А когда перевелся я на гражданку, забылось все, сгладилось. Кончила дочка семилетку, потом педагогический техникум. А меня к тому времени перевели работать в Туву, в город Кызыл. И дочка вместе с нами поехала. Получили квартиру, живем хорошо, дружно.
Ну, а время-то идет. Мы стареем, молодежь подрастает. Стала и Сонечка наша барышней, с молодыми людьми начала встречаться — кино, танцы, все как положено. Я ее воспитал хорошо — с уважением к старшим. Она и со мной, и с Зинаидой Ивановной всеми своими сердечными тайнами делилась. Но с матерью, конечно, больше. И не потому, что она родная, а я неродной. Такого различия Соня никогда не делала. Просто, как говорится, они по женской линии лучше друг друга понимали. Это ведь естественно.
Как-то раз приходит Сонечка вечером домой и говорит:
«Папа, мне с тобой поговорить нужно».
Вышли мы во двор, сели на лавочку.
«Папа, — говорит она, — я замуж выхожу…»
«Так, говорю, дело хорошее. Ну а кто жених-то? Чего же ты его прячешь?»
«Да он, отвечает, стесняется».
«Ну пускай уж смелости наберется», — говорю.
На следующий день приходят вдвоем. Познакомился я с ним. Николаем зятя моего будущего звали. Смотрю, парень скромный, но представительный. Высокий, плечистый, лицо спокойное, руки тяжелые, рабочие руки. Видно, не первый год трудится самостоятельно. Одет прилично, лишнего не допускает и держит себя с достоинством.
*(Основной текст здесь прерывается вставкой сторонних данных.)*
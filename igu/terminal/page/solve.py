"""The report of one case: its section, its figures under every condition, warnings, a note on the calculation."""

from __future__ import annotations

import math
from collections.abc import Iterator, Sequence
from pathlib import Path

from igu.laws.constants import CELSIUS
from igu.model.case import Case
from igu.model.conditions import FIXED
from igu.model.unit import Unit
from igu.ratings.declaration import Declaration
from igu.ratings.ideal import Bounds
from igu.ratings.resistances import chain_resistances, fixed_resistances, no_chain
from igu.ratings.result import Films, Result
from igu.terminal.page.figure_rows import figures
from igu.terminal.page.marks import marks_explained
from igu.terminal.page.section import drawing
from igu.terminal.page.text import HELD, MODEL, caution, is_overhead, position, standing, wrapped
from igu.terminal.tables import number


def report(case: Case, results: Sequence[Result], declared: Declaration, limits: Bounds | None) -> str:
    """The whole report, no line wider than 80 columns."""
    parts = [
        _heading(case),
        drawing(case.unit, results),
        list(figures(case.unit, results)),
        list(_resistances(case.unit, results)),
        list(_declaration(declared, results)),
        list(_bounds(limits)),
        list(fogging_lines(results)),
        list(_warnings(case, results)),
        _note(case, results),
    ]
    return "\n\n".join("\n".join(part) for part in parts if part)


def _heading(case: Case) -> list[str]:
    unit = case.unit
    size = f"{unit.width:g} m wide, {unit.height:g} m high, {position(unit)}, {1e3 * unit.thickness:.1f} mm thick"
    models = MODEL in " ".join(case.notes)
    mark = ["Generic coatings are models, not measurements."] if models else []
    overhead = wrapped(caution([unit]) or "") if is_overhead(unit) else []
    title = [] if case.title == Path(case.file).stem else wrapped(case.title)
    return [*title, *wrapped(case.file), "", *wrapped(f"{size}, {_weight(unit)}"), *mark, *overhead]


def _weight(unit: Unit) -> str:
    if unit.mass_per_area is not None:
        return f"{unit.mass_per_area:.0f} kg/m²"
    without = dict.fromkeys(ply.material for pane in unit.panes for ply in pane.plies if ply.density is None)
    return f"weight not known: no density_kg_m3 of {', '.join(without)}"


def _position_words(unit: Unit, r: Result) -> str:
    """The position of a result that is not the one the unit is built in."""
    if r.tilt == unit.tilt:
        return ""
    words = standing(r.tilt)
    declared = " (as declared)" if words == "vertical" else ""
    return f"{words}{declared}, unit built at {math.degrees(unit.tilt):g}°"


def _resistances(unit: Unit, results: Sequence[Result]) -> Iterator[str]:
    """Resistances from air to air that add to 1/U: under the first conditions that have one chain of them, or why none
    has; and in the fixed state of EN 673."""
    states = [r for r in results if r.U and r.flux_to_room]
    why = {r.conditions.name: no_chain(unit, r) for r in states}
    chain = next((r for r in states if not why[r.conditions.name]), None)
    if chain is not None:
        yield from _chain_lines(chain, chain_resistances(unit, chain))
    elif states:
        reasons = "; ".join(
            f"{', '.join(name for name, given in why.items() if given == reason)}: {reason}"
            for reason in dict.fromkeys(why.values())
        )
        yield from wrapped(f"No one chain of resistances from air to air under any conditions ({reasons})")
    fixed = next((r for r in results if r.U and r.conditions.method == "en-673"), None)
    if fixed is not None:
        yield from _chain_lines(fixed, fixed_resistances(unit, fixed))


def _chain_lines(r: Result, parts: Sequence[tuple[str, float]]) -> Iterator[str]:
    total = sum(value for _, value in parts)
    yield from wrapped(f"Resistances, m²K/W, {r.conditions.name}: 1/U = {number(1.0 / (r.U or math.nan), 4)}")
    words = [f"{name}: {value:.4f} ({100 * value / total:.0f} %)" for name, value in parts]
    yield from wrapped(" + ".join(words) + f" = {total:.4f}", "  ")


def _declaration(d: Declaration, results: Sequence[Result]) -> Iterator[str]:
    """The declared figures; what is warned of under a condition is not said again."""
    yield "For the specification (EN 673, EN 410; rounded once, from the full figures)"
    if d.U_g_W_m2K is None:
        yield from wrapped(f"no declared values: {'; '.join(d.reasons)}", "  ")
        return
    off = f" ±{d.solar_uncertainty:.2f}" if d.solar_uncertainty else ""
    figures = [
        ("U_g", d.U_g_W_m2K, 1, " W/(m²K)"),
        ("g", d.g, 2, off),
        ("τ_v", d.light_transmittance, 2, ""),
        ("ρ_v out", d.light_reflectance_out, 2, ""),
        ("ρ_v in", d.light_reflectance_in, 2, ""),
        ("τ_e", d.solar_transmittance, 2, off),
    ]
    words = [f"{name} {number(value, places)}{unit}" for name, value, places, unit in figures]
    yield from wrapped("   ".join(word.replace(" ", HELD) for word in words), "  ")
    if off:
        yield "  ±: panes known by band values beside others, see the warnings"
    said = {text for r in results for text in r.warnings}
    for reason in d.reasons:
        if reason not in said:
            yield from wrapped(reason, "  ")


def _bounds(limits: Bounds | None) -> Iterator[str]:
    if limits is None:
        return
    by_standard = "; U by EN 673" if limits.winter_U is not None else ""
    yield f"Against what no glass can beat (normal incidence, ASTM G173{by_standard})"
    yield (
        f"  sun: τ_v/g {limits.selectivity:.2f}, at most {limits.selectivity_bound:.2f} (the same light with the "
        "least heat)"
    )
    winter = f"; U without long wave in the gaps {limits.winter_U:.2f} W/(m²K)" if by_standard else ""
    yield f"  winter: g {limits.g:.2f}, at most 1.00{winter}"


def fogging_lines(results: Sequence[Result]) -> Iterator[str]:
    """Which face fogs, under every condition with temperatures."""
    lit = [(r, fog) for r in results for fog in r.fog]
    if not lit:
        return
    yield from wrapped(
        "Fogging at the centre of glass (the edge is colder and not covered); relative humidity of the air, over water"
    )
    for r, fog in lit:
        frost = fog.temperature < CELSIUS
        words = _fog_words(fog.limit_humidity, frost, fog.where)
        if fog.margin is not None and fog.point is not None:
            kind = "frost point" if fog.frost else "dew point"
            wet = "FOGS" if not frost else "FROSTS" if fog.frost else "FOGS AND FREEZES"
            state = (
                f"{number(fog.margin, 1)} K above" if fog.margin > -1e-6 else f"{wet}, {number(-fog.margin, 1)} K below"
            )
            words += f"; {state} the {kind} {number(fog.point - CELSIUS, 1)} °C"
            words += "" if fog.humidity is None else f" of {100 * fog.humidity:.0f} %"
        yield from wrapped(f"{r.conditions.name}: {fog.where} {number(fog.temperature - CELSIUS, 1)} °C{words}", "  ")


def _fog_words(limit: float | None, frost: bool, where: str) -> str:
    """When the face starts to fog, or to frost where the face itself is below zero."""
    if where.startswith("inside"):
        return ""
    if limit is None:
        return ", warmer than the air: does not fog"
    what = "frosts" if frost else "fogs"
    return f", {what} from {100 * limit:.0f} % humidity"


def _warnings(case: Case, results: Sequence[Result]) -> Iterator[str]:
    under_names: dict[str, list[str]] = {}
    for r in results:
        for text in r.warnings:
            under_names.setdefault(text, []).append(r.conditions.name)
    found = [*case.warnings, *(f"{', '.join(names)}: {text}" for text, names in under_names.items())]
    if found:
        yield "Warnings"
    for text in found:
        yield from wrapped(text, "  ")


def _note(case: Case, results: Sequence[Result]) -> list[str]:
    """How the figures came about, every sentence once."""
    said = dict.fromkeys(note for r in results for note in r.notes)
    texts = [*said, *case.notes, *filter(None, (_condition_words(case.unit, r) for r in results))]
    marks = marks_explained(" ".join(texts))
    return ["Note on the calculation", *(line for text in (*texts, marks) if text for line in wrapped(text, "  "))]


def _condition_words(unit: Unit, r: Result) -> str:
    """What a condition took and from where; the state of a standard is in the note on the standard."""
    c = r.conditions
    words = [_position_words(unit, r)]
    if c.method not in FIXED:
        words += [c.source, *c.defaults, f"gas properties {c.gas_properties}", _films(r.films), _imbalance(r)]
    said = "; ".join(dict.fromkeys(word for word in words if word))
    return f"{c.name}: {said}" if said else ""


def _films(films: Films) -> str:
    """The coefficients of the open faces in words."""
    outdoors = _coefficients(films.outdoor_convection, films.outdoor_radiation)
    room = _coefficients(films.indoor_convection, films.indoor_radiation)
    return f"convection + radiation of the films: outdoors {outdoors}, room {room} W/(m²K)" if outdoors else ""


def _coefficients(convection: float | None, radiation: float | None) -> str:
    return " + ".join(f"{h:.2f}" for h in (convection, radiation) if h is not None)


def _imbalance(r: Result) -> str:
    return "" if r.largest_imbalance is None else f"largest imbalance {r.largest_imbalance:.0e} W/m²"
Нам с Зинаидой Ивановной уважение сделал: ей букет цветов преподнес, мне — бутылку вина.
Сели мы к столу, разговорились. Рассказал он о себе: работает механиком на автобазе, заработок приличный, в армии уже отслужил и так далее. С Сонечкой у них давно любовь, между собой они уже решили, что вместе будут, только вот родителям боялись открыться. Я смотрю, Зинаида Ивановна моя слушает с таким видом, будто все это ей известно. «Значит, Соня матери давно обо всем рассказала, — подумал я, — одного меня в неведении держали». И стало мне от этой мысли не по себе. В своей семье почувствовал я себя вроде бы на отшибе.
Сонечка за женихом ухаживает: то полотенце ему чистое на колени положит, то закуску ближе пододвинет, то тарелку сменит. Зинаида Ивановна ей помогает. Все это понятно — жених первый раз в дом к невесте пришел, надо же принять человека. Ну а в мою глупую башку обида заползает. «Вот, — думаю, — я уж и не нужен стал, меня уже не замечают». Ревновать начал.
Свадьбу сыграли, конечно, не очень пышную, но не хуже, чем у людей. Пригласил я товарищей по работе. Соня и Николай своих друзей позвали. Гуляли два дня.
Стали молодые жить у нас: одна комната им пошла, другая нам с Зиной. Жили они дружно, весело. Николай магнитофон купил — парень он был грамотный, в армии в радиолокации служил. Пошли песни, музыка, джаз. Все вроде бы хорошо. Но только стал я за собой одну особенность примечать. Казалось бы, ничего Сонин муж худого мне не делал, но у меня к нему неприязнь какая-то появилась. То ли дочку я ревновал, то ли еще что… Словом, парень он был неглупый, понял, что, пока не поздно, разъезжаться нам надо, чтобы отношения добрыми остались.
Однажды вечером заходит он к нам в комнату — я один дома был.
«Надумал я, говорит, Сергей Степанович, в район перебираться. Дают квартиру отдельную и место хорошее — главным механиком гаража».
«Ну что ж, отвечаю, правильно надумал. Люди вы взрослые, специальность у обоих есть, вполне можете самостоятельно жить. И чем раньше начнете, тем лучше для вашей семьи будет.
А то, знаешь, пословица есть: дети до тех пор дети, пока с родителями живут».
Он помолчал, потом взглянул на меня прямо и спрашивает:
«Сергей Степанович, дело это прошлое, поскольку решили мы теперь врозь жить. Но все же скажите, за что невзлюбили меня?»